### [Aim of the task]
Print word for word the first line of the records below and every following line through the one containing "import path from 'node:path';"; print nothing else.

(Collected data)
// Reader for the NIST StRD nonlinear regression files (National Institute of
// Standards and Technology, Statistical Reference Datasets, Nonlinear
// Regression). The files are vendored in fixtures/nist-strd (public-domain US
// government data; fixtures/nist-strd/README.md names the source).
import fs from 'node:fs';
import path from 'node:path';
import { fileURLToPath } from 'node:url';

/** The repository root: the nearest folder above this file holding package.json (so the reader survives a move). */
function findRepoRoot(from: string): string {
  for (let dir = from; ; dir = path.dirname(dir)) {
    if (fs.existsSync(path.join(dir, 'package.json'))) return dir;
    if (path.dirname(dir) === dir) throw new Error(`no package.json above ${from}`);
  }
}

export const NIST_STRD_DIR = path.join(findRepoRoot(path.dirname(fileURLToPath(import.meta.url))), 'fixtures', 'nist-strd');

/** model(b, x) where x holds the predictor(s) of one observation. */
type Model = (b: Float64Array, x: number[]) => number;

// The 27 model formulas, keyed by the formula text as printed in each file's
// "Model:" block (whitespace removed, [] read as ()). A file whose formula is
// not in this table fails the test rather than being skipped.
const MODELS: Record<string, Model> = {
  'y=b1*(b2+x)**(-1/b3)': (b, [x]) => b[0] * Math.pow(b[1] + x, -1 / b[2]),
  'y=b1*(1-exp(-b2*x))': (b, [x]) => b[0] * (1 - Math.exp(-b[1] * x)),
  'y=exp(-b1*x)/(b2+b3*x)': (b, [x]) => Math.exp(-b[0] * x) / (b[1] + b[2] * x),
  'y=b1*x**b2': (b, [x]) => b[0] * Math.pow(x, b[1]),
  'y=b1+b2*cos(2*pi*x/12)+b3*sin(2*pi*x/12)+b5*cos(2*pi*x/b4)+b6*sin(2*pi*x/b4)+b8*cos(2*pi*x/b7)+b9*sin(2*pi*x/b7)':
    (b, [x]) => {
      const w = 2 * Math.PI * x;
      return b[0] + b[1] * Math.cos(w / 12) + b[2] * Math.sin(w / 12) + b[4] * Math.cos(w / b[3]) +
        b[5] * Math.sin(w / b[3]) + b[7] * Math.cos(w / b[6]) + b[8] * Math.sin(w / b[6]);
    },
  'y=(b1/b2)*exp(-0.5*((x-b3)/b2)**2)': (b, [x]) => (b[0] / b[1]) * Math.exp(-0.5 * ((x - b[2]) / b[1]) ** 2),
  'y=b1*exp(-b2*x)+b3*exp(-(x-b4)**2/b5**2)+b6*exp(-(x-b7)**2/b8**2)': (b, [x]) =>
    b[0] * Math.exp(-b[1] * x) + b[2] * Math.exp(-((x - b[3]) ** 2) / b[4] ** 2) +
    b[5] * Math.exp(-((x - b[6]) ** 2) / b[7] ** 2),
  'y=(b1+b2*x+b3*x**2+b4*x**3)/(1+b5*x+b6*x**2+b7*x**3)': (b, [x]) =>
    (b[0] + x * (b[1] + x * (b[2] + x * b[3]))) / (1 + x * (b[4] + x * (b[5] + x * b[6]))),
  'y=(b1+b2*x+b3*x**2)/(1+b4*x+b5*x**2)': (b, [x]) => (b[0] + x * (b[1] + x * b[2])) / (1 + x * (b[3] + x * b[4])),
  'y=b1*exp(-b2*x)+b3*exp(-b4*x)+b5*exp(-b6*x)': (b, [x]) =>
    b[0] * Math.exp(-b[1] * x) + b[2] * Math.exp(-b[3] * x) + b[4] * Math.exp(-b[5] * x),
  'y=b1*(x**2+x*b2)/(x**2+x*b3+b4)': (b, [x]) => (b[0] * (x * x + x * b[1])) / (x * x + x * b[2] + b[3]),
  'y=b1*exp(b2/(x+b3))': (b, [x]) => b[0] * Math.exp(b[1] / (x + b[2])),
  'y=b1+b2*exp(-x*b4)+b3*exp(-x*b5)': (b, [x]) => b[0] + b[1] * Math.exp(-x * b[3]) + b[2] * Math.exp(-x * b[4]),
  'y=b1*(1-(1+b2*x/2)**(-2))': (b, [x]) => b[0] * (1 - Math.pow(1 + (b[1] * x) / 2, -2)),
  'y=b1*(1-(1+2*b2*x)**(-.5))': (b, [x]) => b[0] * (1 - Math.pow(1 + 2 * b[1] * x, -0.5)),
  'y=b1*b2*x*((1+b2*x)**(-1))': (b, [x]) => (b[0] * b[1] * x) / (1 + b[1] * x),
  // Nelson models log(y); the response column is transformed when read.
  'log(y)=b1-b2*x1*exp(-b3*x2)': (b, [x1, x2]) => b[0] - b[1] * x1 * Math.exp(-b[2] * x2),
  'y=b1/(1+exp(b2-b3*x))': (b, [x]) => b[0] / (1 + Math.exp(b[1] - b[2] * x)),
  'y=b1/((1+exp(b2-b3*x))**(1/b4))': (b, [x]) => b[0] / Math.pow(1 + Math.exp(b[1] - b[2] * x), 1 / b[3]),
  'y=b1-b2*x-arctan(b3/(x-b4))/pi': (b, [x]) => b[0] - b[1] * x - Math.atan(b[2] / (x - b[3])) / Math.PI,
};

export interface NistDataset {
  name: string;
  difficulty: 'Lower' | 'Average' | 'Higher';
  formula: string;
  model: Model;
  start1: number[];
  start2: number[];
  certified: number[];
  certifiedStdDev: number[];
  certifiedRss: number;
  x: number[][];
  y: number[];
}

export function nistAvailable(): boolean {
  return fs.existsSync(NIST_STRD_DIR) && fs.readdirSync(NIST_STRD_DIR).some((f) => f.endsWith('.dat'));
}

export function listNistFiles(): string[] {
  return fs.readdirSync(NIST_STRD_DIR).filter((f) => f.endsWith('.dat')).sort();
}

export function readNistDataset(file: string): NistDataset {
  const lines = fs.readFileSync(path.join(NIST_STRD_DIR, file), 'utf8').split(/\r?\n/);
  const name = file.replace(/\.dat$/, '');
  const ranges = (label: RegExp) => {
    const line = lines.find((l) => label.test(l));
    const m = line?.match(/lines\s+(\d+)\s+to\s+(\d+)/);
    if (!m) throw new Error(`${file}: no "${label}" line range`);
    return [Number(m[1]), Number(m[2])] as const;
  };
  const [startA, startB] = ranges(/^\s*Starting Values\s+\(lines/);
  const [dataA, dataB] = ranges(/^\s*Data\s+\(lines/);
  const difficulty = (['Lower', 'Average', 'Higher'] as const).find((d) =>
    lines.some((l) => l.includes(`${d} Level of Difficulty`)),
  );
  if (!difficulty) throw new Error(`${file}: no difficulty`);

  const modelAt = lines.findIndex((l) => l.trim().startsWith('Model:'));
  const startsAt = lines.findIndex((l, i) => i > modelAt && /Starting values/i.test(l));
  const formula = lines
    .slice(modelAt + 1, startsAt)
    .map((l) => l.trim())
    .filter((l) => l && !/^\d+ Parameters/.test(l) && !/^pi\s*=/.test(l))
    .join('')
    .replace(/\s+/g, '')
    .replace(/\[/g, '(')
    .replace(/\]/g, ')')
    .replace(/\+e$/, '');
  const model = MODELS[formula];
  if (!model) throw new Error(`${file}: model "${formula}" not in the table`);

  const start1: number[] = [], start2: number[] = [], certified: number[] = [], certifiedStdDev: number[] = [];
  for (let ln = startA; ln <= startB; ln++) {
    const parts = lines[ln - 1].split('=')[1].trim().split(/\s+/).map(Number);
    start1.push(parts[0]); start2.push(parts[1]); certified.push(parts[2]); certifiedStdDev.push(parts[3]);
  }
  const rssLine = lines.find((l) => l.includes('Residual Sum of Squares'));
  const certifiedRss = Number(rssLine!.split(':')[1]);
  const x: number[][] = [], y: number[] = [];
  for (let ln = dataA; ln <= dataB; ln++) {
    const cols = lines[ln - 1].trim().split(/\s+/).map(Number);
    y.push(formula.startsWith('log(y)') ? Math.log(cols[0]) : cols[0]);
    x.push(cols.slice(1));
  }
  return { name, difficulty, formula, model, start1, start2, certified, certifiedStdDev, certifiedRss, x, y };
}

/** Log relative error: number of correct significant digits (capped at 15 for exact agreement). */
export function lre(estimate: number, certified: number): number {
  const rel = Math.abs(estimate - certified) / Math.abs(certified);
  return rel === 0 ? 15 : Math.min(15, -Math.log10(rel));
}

### [Problem solution]
// Reader for the NIST StRD nonlinear regression files (National Institute of
// Standards and Technology, Statistical Reference Datasets, Nonlinear
// Regression). The files are vendored in fixtures/nist-strd (public-domain US
// government data; fixtures/nist-strd/README.md names the source).
import fs from 'node:fs';
import path from 'node:path';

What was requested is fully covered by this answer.